Los apartamentos con vistas a cementerios en ruinas no estaban al alza en aquel momento. Y así permanecieron hasta tiempo después. Jiménez presta atención a un relato que no aparece en apuntes de libros de historia, el de su madre: “Durante la Guerra Civil (1936-1939) [ella] veía los nichos abiertos del Cementerio General del Norte. Por eso una vez se edifica esa zona, después de la guerra, se hace con unos criterios arquitectónicos más modernos”.

Esas ruinas centenarias están también cubiertas por un Corte Inglés, el de Arapiles, edificios de oficinas o un aparcamiento, en cuyas obras se hallaron huesos decimonónicos. 

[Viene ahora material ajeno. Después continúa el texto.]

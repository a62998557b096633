import type { CheckContext } from '../context.ts';
import {
  addBalls,
  ballSign,
  costOfStep,
  divBalls,
  magnitude,
  negateBall,
  sqrtBall,
  type Ball,
} from '../numbers/ball.ts';
import { expBall, sinCosBall } from '../numbers/elementary.ts';
import * as Q from '../numbers/rational.ts';
import { charge, costOfProduct } from '../numbers/work.ts';
import { isKnown, isReal, toBall } from '../values/arithmetic.ts';
import { evaluateNodes } from '../values/evaluate.ts';
import type { Graph, GraphNode } from '../values/graph.ts';

/**
 * Taylor coefficients of an expression in one letter, as balls: a point gives those of the expansion there, an interval
 * encloses those of the expansions at all of its points. Recurrences as in Moore, Methods and Applications of Interval
 * Analysis (1979), 3.4.
 */
export function taylorOf(
  graph: Graph,
  letter: string,
  at: Ball,
  order: number,
  bits: number,
  context: CheckContext,
): Ball[] | null {
  const values = evaluateNodes(graph.nodes, new Map([[letter, { kind: 'ball', re: at, im: null }]]), bits, context);
  const jets: (Ball[] | null)[] = [];
  for (const [index, node] of graph.nodes.entries()) {
    const value = values[index];
    const head = value && isKnown(value) && isReal(value) ? toBall(value, bits).re : null;
    jets.push(head && jetOf(node, head, jets, { letter, order, bits }));
    context.budget.spend(1 + (order >> 2));
  }
  return jets[graph.root] ?? null;
}

interface Setting {
  readonly letter: string;
  readonly order: number;
  readonly bits: number;
}

const nothing: Ball = { mid: 0n, rad: 0n };

function constantJet(head: Ball, order: number): Ball[] {
  return [head, ...Array.from({ length: order }, () => nothing)];
}

function jetOf(node: GraphNode, head: Ball, jets: readonly (Ball[] | null)[], setting: Setting): Ball[] | null {
  const { order, bits } = setting;
  const args = node.args.map((arg) => jets[arg] ?? null);
  if (args.includes(null)) return null;
  const known = args as Ball[][];
  const [a, b] = known;
  switch (node.op) {
    case 'number':
    case 'constant':
      return constantJet(head, order);
    case 'letter':
      if (node.name !== setting.letter) return null;
      return [head, { mid: 1n << BigInt(bits), rad: 0n }, ...Array.from({ length: order - 1 }, () => nothing)];
    case 'add':
      return Array.from({ length: order + 1 }, (_, k) =>
        known.reduce((total, jet) => addBalls(total, jet[k] as Ball), nothing),
      );
    case 'mul':
      return known.reduce((total, jet) => mulJets(total, jet, bits));
    case 'negate':
      return a ? a.map(negateBall) : null;
    case 'div':
      return a && b ? divJets(a, b, head, bits) : null;
    case 'power':
      return a ? powJet(a, Q.rational(node.exponent), head, bits) : null;
    case 'root':
      return a ? powJet(a, Q.rational(node.times, node.degree), head, bits) : null;
    case 'call':
      return a && known.length === 1 ? callJet(node.name, a, head, bits) : null;
    default:
      return known.every((jet) => jet.slice(1).every((ball) => ball.mid === 0n && ball.rad === 0n))
        ? constantJet(head, order)
        : null;
  }
}

function mulJets(a: readonly Ball[], b: readonly Ball[], bits: number): Ball[] {
  return a.map((_, k) => convolved(a, b, k, 0, 0n, 1n, 1n, bits));
}

/** The sum over j from `first` to k of (p j + q) a_j b_(k-j), over `under`: one rounding for all. */
function convolved(
  a: readonly Ball[],
  b: readonly Ball[],
  k: number,
  first: number,
  p: bigint,
  q: bigint,
  under: bigint,
  bits: number,
): Ball {
  let mid = 0n;
  let rad = 0n;
  let products = 0;
  const isPlain = p === 0n && q === 1n;
  for (let j = first; j <= k; j += 1) {
    const [x, y] = [a[j] as Ball, b[k - j] as Ball];
    if ((x.mid === 0n && x.rad === 0n) || (y.mid === 0n && y.rad === 0n)) continue;
    const weight = isPlain ? 1n : p * BigInt(j) + q;
    mid += isPlain ? x.mid * y.mid : weight * x.mid * y.mid;
    products += 1;
    if (x.rad === 0n && y.rad === 0n) continue;
    const spread = magnitude(x.mid) * y.rad + (magnitude(y.mid) + y.rad) * x.rad;
    rad += isPlain ? spread : magnitude(weight) * spread;
    products += 1;
  }
  // Far out numbers are much longer than those of size one.
  const length = Q.bitLength(mid);
  charge(0.2 + 0.75 * products * (length > 3 * bits ? 0.3 + costOfProduct(length) : costOfStep(bits)));
  const shift = BigInt(bits);
  return { mid: (mid >> shift) / under, rad: (rad >> shift) / under + 3n };
}

/** q b = a, from the lowest coefficient up. */
function divJets(a: readonly Ball[], b: readonly Ball[], head: Ball, bits: number): Ball[] | null {
  const result: Ball[] = [head];
  for (let k = 1; k < a.length; k += 1) {
    const top = addBalls(a[k] as Ball, negateBall(convolved(b, result, k, 1, 0n, 1n, 1n, bits)));
    const next = divBalls(top, b[0] as Ball, bits);
    if (!next) return null;
    result.push(next);
  }
  return result;
}

/** a p' = r p a'; a whole power of what may be zero is multiplied out. */
function powJet(a: readonly Ball[], r: Q.Rational, head: Ball, bits: number): Ball[] | null {
  if (r.den === 1n && r.num >= 0n && r.num <= 60n) {
    let total = constantJet({ mid: 1n << BigInt(bits), rad: 0n }, a.length - 1);
    for (let k = 0n; k < r.num; k += 1n) total = mulJets(total, a, bits);
    return total;
  }
  if (ballSign(a[0] as Ball) === 0) return null;
  const result: Ball[] = [head];
  for (let k = 1; k < a.length; k += 1) {
    // ((r + 1) j / k - 1), over a common denominator.
    const total = convolved(a, result, k, 1, r.num + r.den, -BigInt(k) * r.den, BigInt(k) * r.den, bits);
    const next = divBalls(total, a[0] as Ball, bits);
    if (!next) return null;
    result.push(next);
  }
  return result;
}

/** From y' = g a', with the coefficients of g. */
function integrated(g: readonly Ball[], a: readonly Ball[], head: Ball, bits: number): Ball[] {
  const result: Ball[] = [head];
  for (let k = 1; k < a.length; k += 1) result.push(chainTerm(g, a, k, bits));
  return result;
}

/** The k-th coefficient of an integral of g a'. */
function chainTerm(g: readonly Ball[], a: readonly Ball[], k: number, bits: number): Ball {
  return convolved(a, g, k, 1, 1n, 0n, BigInt(k), bits);
}

function callJet(name: string, a: readonly Ball[], head: Ball, bits: number): Ball[] | null {
  const one = constantJet({ mid: 1n << BigInt(bits), rad: 0n }, a.length - 1);
  switch (name) {
    case 'exp': {
      const result: Ball[] = [head];
      for (let k = 1; k < a.length; k += 1) result.push(chainTerm(result, a, k, bits));
      return result;
    }
    case 'ln': {
      const inverse = divBalls(one[0] as Ball, a[0] as Ball, bits);
      const slope = inverse && divJets(one, a, inverse, bits);
      return slope && integrated(slope, a, head, bits);
    }
    case 'arctan': {
      const bottom = mulJets(a, a, bits).map((ball, k) => addBalls(ball, one[k] as Ball));
      const inverse = divBalls(one[0] as Ball, bottom[0] as Ball, bits);
      const slope = inverse && divJets(one, bottom, inverse, bits);
      return slope && integrated(slope, a, head, bits);
    }
    case 'abs': {
      const known = ballSign(a[0] as Ball);
      if (known === 0) return null;
      return known > 0 ? [...a] : a.map(negateBall);
    }
    case 'arcsin':
    case 'arccos': {
      const under = mulJets(a, a, bits).map((ball, k) => addBalls(one[k] as Ball, negateBall(ball)));
      const root = sqrtBall(under[0] as Ball, bits);
      const first = root && divBalls(one[0] as Ball, root, bits);
      const slope = first && powJet(under, Q.rational(-1, 2), first, bits);
      return slope && integrated(name === 'arcsin' ? slope : slope.map(negateBall), a, head, bits);
    }
    default:
      return circularJet(name, a, bits) ?? hyperbolicJet(name, a, bits);
  }
}

function quotientJet(a: readonly Ball[], b: readonly Ball[], bits: number): Ball[] | null {
  const head = divBalls(a[0] as Ball, b[0] as Ball, bits);
  return head && divJets(a, b, head, bits);
}

/** The sine and cosine are found together. */
function circularJet(name: string, a: readonly Ball[], bits: number): Ball[] | null {
  if (!['sin', 'cos', 'tan', 'cot', 'sec', 'csc'].includes(name)) return null;
  const heads = sinCosBall(a[0] as Ball, bits);
  if (!heads) return null;
  const sin: Ball[] = [heads.sin];
  const cos: Ball[] = [heads.cos];
  for (let k = 1; k < a.length; k += 1) {
    const [s, c] = [chainTerm(cos, a, k, bits), negateBall(chainTerm(sin, a, k, bits))];
    sin.push(s);
    cos.push(c);
  }
  const one = constantJet({ mid: 1n << BigInt(bits), rad: 0n }, a.length - 1);
  switch (name) {
    case 'sin':
      return sin;
    case 'cos':
      return cos;
    case 'tan':
      return quotientJet(sin, cos, bits);
    case 'cot':
      return quotientJet(cos, sin, bits);
    case 'sec':
      return quotientJet(one, cos, bits);
    default:
      return quotientJet(one, sin, bits);
  }
}

function hyperbolicJet(name: string, a: readonly Ball[], bits: number): Ball[] | null {
  if (!['sinh', 'cosh', 'tanh'].includes(name)) return null;
  const [up, down] = [a, a.map(negateBall)].map((jet) => {
    const head = expBall(jet[0] as Ball, bits);
    return head && callJet('exp', jet, head, bits);
  });
  if (!up || !down) return null;
  const half = (jet: readonly Ball[]): Ball[] =>
    jet.map((ball) => ({ mid: ball.mid >> 1n, rad: (ball.rad >> 1n) + 1n }));
  const sinh = half(up.map((ball, k) => addBalls(ball, negateBall(down[k] as Ball))));
  const cosh = half(up.map((ball, k) => addBalls(ball, down[k] as Ball)));
  if (name === 'sinh') return sinh;
  return name === 'cosh' ? cosh : quotientJet(sinh, cosh, bits);
}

Y otro estadio polideportivo fue construido sobre cementerios. Se trata del de San Miguel, ubicado sobre el antiguo Cementerio General del Sur. Poco queda de él. Un sustantivo, apunta Carlos Saguar en Arquitectura funeraria madrileña del siglo XIX: “Solo queda, como significativo recuerdo de la existencia del camposanto, el nombre del empinado camino que a él se dirigía: Calle de la Verdad.”

Regularizar la muerte

En el siglo XVIII vivos y muertos compartían espacio y tareas. Se enterraba donde se rezaba, donde se compraba y paseaba. En la ciudad. Una costumbre que mantenía a los seres queridos cerca, de la Iglesia y de Dios, pero que también atraía plagas, enfermedades y escenas truculentas.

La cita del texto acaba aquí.